Figure out the number of lines in the entries that hold the string "each", then give that number and nothing else.
+++++
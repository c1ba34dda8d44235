// SPDX-License-Identifier: GPL-2.0-or-later
#pragma once

#include <cstddef>
#include <span>
#include <vector>

#include "model/galaxy_samples.h"
#include "model/galaxy_table.h"

namespace foreglow {

/// What one line of sight through the Galaxy's disc shows; frequencies as in the integral.
struct GalaxySightline {
    std::vector<double> i, q, u;  ///< K_RJ, COSMO, [K]; q and u empty without polarization
    double depth = 0;  ///< rotation measure of the whole line [rad/m^2], positive towards the observer
    double largest_depth = 0;    ///< largest |rotation measure| from the Sun to a place on the line [rad/m^2]
    double dispersion = 0;       ///< variance of the rotation measure [rad^2/m^4]
    double emitting_length = 0;  ///< (integral of j)^2/integral of j^2 at 408 MHz [kpc]
    double random_share = 0;     ///< (2/3) b^2/B_eff^2, weighted with the emission at 408 MHz
};

/// Integrates the emission of the disc along lines of sight for a few frequencies at once.
///
/// Emissivity from B_eff^2 = B_perp^2 + (2/3) b^2, polarized fraction Pi B_perp^2/B_eff^2 with Pi = (s +
/// 1)/(s + 7/3), s = 1 - 2 d ln Phi/d ln a of both populations together (Burn 1966, exact for s = 3);
/// midpoint rule in u, d(u) = start (e^u - 1); each step's Q + iU (COSMO) is turned and dimmed by what lies
/// in front of it, exp(-2 i RM lambda^2 - 2 S lambda^4), and averaged exactly over the step, (1 - e^-z)/z
/// with z = 2 i dRM lambda^2 + 2 dS lambda^4 (Burn 1966).
class GalaxyIntegral {
  public:
    /// @param frequencies  [K], any order
    GalaxyIntegral(const GalaxySpec& galaxy, const GalaxyTable& table,
                   std::span<const Frequency> frequencies);

    /// @param steps  of the midpoint rule, 1 or more
    [[nodiscard]] GalaxySightline sightline(const Vector3& direction, std::size_t steps,
                                            bool polarized) const;

    [[nodiscard]] std::size_t count() const { return nodes_.count() - 1; }

  private:
    GalaxySpec galaxy_;
    GalaxyShape shape_;
    GalaxyNodes nodes_;  ///< the frequencies and, last, 408 MHz
    std::vector<double> lambda2_;
    std::vector<double> kelvin_;  ///< brightness temperature per unit of the sum
};

}  // namespace foreglow
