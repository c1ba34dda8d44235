// SPDX-License-Identifier: GPL-2.0-or-later
#pragma once

#include <cstdint>
#include <filesystem>
#include <optional>
#include <string>
#include <vector>

#include "base/quantity.h"
#include "physics/brightness_unit.h"
#include "physics/response_weights.h"
#include "sphere/frame.h"
#include "sphere/grid.h"

namespace foreglow {

enum class MapPrecision { Float32, Float64 };
enum class TruthLevel { None, Maps, Full };

/// One channel as the study file asks for it; a [channel_grid] is expanded into these.
struct ChannelSpec {
    std::string name;
    std::string place;                   ///< FILE:LINE:COLUMN of the entry, for messages
    std::optional<Frequency> frequency;  ///< the reference; absent only with a response file
    std::optional<Frequency> bandwidth;  ///< full width of a flat response
    std::optional<Frequency> band_low,
        band_high;  ///< both or none: exact edges (grids); else frequency -+ bandwidth/2
    std::optional<std::filesystem::path> response;
    std::optional<Angle> beam_fwhm;
    std::optional<std::filesystem::path> beam_window;
    std::optional<std::string> noise;  ///< checked, "5 uK_CMB arcmin"
    ResponseWeights response_weights = ResponseWeights::Temperature;
    double reference_flux_index = 0;
};

/// A flat-sky close-up.
struct PatchSpec {
    static constexpr int most_pixels = 6000;  ///< a side, margins for beams included

    std::string name;
    std::string place;          ///< FILE:LINE:COLUMN of the entry
    Angle longitude, latitude;  ///< of its centre, in the study's frame
    Angle pixel;
    int pixels = 0;  ///< a side
};

/// A study as written, every key checked by itself and against the others.
struct StudySpec {
    std::filesystem::path file;  ///< empty where no file was given
    std::string source;          ///< the TOML text as read, with overrides listed behind it
    std::string title;
    std::string model;        ///< a bundled model's name, or the path of a model file
    std::string model_place;  ///< FILE:LINE:COLUMN of the key
    bool model_is_bundled = false;
    int nside = 0;
    bool polarized = false;
    BrightnessUnit unit;
    MapPrecision precision = MapPrecision::Float32;
    Frame frame = Frame::Galactic;
    Ordering ordering = Ordering::Ring;
    PolarizationConvention convention = PolarizationConvention::Cosmo;
    bool remove_monopole = false;
    std::optional<std::filesystem::path> coverage;
    std::string coverage_place;
    bool pixel_window = false;
    int lmax = 0;
    double accuracy = 1e-5;
    std::uint64_t seed = 0;
    int realizations = 1;
    TruthLevel truth = TruthLevel::Maps;
    std::vector<ChannelSpec> channels;
    std::vector<PatchSpec> patches;
    std::vector<std::string> warnings;  ///< e.g. lmax above 2.5 nside
};

}  // namespace foreglow
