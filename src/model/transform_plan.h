// SPDX-License-Identifier: GPL-2.0-or-later
#pragma once

#include <array>
#include <optional>
#include <span>
#include <vector>

#include "model/channel.h"
#include "sphere/alm.h"
#include "sphere/beam.h"
#include "sphere/ring_weights.h"

namespace foreglow {

/// What the channels of a harmonic route share.
struct HarmonicOptions {
    bool polarized = false;
    int lmax = 0;
    double accuracy = 1e-5;                  ///< rms(error)/rms(map) of each map, monopole and dipole removed
    std::optional<BeamWindow> pixel_window;  ///< multiplied in where there
    Frame frame = Frame::Galactic;           ///< of the maps that come out
};

/// Returns the beam times the pixel window of a channel, 1 where it has neither; [lmax + 1].
[[nodiscard]] BeamWindow channel_window(const Channel& channel, const HarmonicOptions& options);

/// The windows of a study's channels, of intensity or of polarization.
struct WindowSet {
    std::vector<std::vector<double>> all;  ///< [windows][lmax + 1]: each different one, or 32 of more
    std::vector<double> widest;            ///< the largest of any at each l, [lmax + 1]
};

/// Returns the windows of some channels: intensity, polarization.
[[nodiscard]] std::array<WindowSet, 2> collect_windows(std::span<const BeamWindow> windows);

/// The grid, weights and tolerance that all component maps of a study are analysed with.
struct TransformPlan {
    TransformPlan(const HealpixGrid& grid, int lmax, double tolerance, std::array<WindowSet, 2> windows);

    HealpixGrid grid;
    int lmax;
    double tolerance;
    std::array<WindowSet, 2> windows;  ///< intensity, polarization
    RingWeights weights;
};

}  // namespace foreglow
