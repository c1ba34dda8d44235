// SPDX-License-Identifier: GPL-2.0-or-later
#include "model/study_patches.h"

#include <cmath>
#include <set>

#include "base/error.h"
#include "base/text.h"
#include "model/study_channels.h"
#include "model/typed_keys.h"

namespace foreglow {
namespace {

constexpr double largest_size_deg = 10, smallest_pixel_arcsec = 1;
constexpr int fewest_pixels = 16;

void read_center(TomlReader& reader, PatchSpec& patch) {
    const TomlValue* value = reader.find("center");
    const auto is_number = [](const TomlValue& one) {
        return one.type == TomlValue::Type::Integer || one.type == TomlValue::Type::Float;
    };
    if (value == nullptr) reader.fail_missing("center", "center = [83.0, -41.0] (degrees)");
    if (value->type != TomlValue::Type::Array || value->items.size() != 2 || !is_number(value->items[0]) ||
        !is_number(value->items[1]))
        reader.fail("center",
                    "must be longitude and latitude in degrees, for example center = [83.0, -41.0], but is " +
                        describe(*value));
    const double lon = value->items[0].number, lat = value->items[1].number;
    if (!(lon >= -360 && lon <= 360 && lat >= -90 && lat <= 90))
        reader.fail("center",
                    "must be a longitude from -360 to 360 and a latitude from -90 to 90 degrees, but is [" +
                        format_exact(lon) + ", " + format_exact(lat) + "]");
    patch.longitude = Angle::from_degrees(lon);
    patch.latitude = Angle::from_degrees(lat);
}

}  // namespace

PatchSpec read_patch(TomlReader reader) {
    PatchSpec patch;
    patch.place = reader.place();
    const auto name = read_channel_name(reader);
    if (name) reader.set_section("[[patch]] '" + *name + "'");
    read_center(reader, patch);
    const auto size = read_beam_fwhm(reader, "size"), pixel = read_beam_fwhm(reader, "pixel");
    reader.check_no_other_keys();
    if (!name) reader.fail_missing("name", "name = \"deep-field\"");
    if (!size) reader.fail_missing("size", "size = \"9 deg\"");
    if (!pixel) reader.fail_missing("pixel", "pixel = \"0.5 arcmin\"");
    if (size->degrees() > largest_size_deg * (1 + 1e-12))
        reader.fail("size",
                    "must be at most 10 deg, beyond which a plane is no sky, but is " + to_text(*size));
    if (pixel->arcmin() * 60 < smallest_pixel_arcsec * (1 - 1e-12))
        reader.fail("pixel", "must be at least 1 arcsec, but is " + to_text(*pixel));
    patch.name = *name;
    patch.pixel = *pixel;
    patch.pixels = static_cast<int>(std::lround(size->radians() / pixel->radians()));
    if (patch.pixels < fewest_pixels)
        reader.fail("pixel", "gives " + std::to_string(patch.pixels) +
                                 " pixels a side: take a smaller one, so that there are 16 or more");
    if (patch.pixels > PatchSpec::most_pixels)
        reader.fail("pixel", "gives " + std::to_string(patch.pixels) + " pixels a side, and at most " +
                                 std::to_string(PatchSpec::most_pixels) +
                                 " can be made: take a larger one, or a smaller size");
    return patch;
}

void check_patch_names(const std::vector<PatchSpec>& patches) {
    std::set<std::string> seen;
    for (const PatchSpec& patch : patches)
        if (!seen.insert(to_lower(patch.name)).second)
            throw InputError(patch.place + ": there are two patches '" + patch.name +
                             "': give each a name of its own (file systems may not tell capitals)");
}

}  // namespace foreglow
+++++
**Result**
5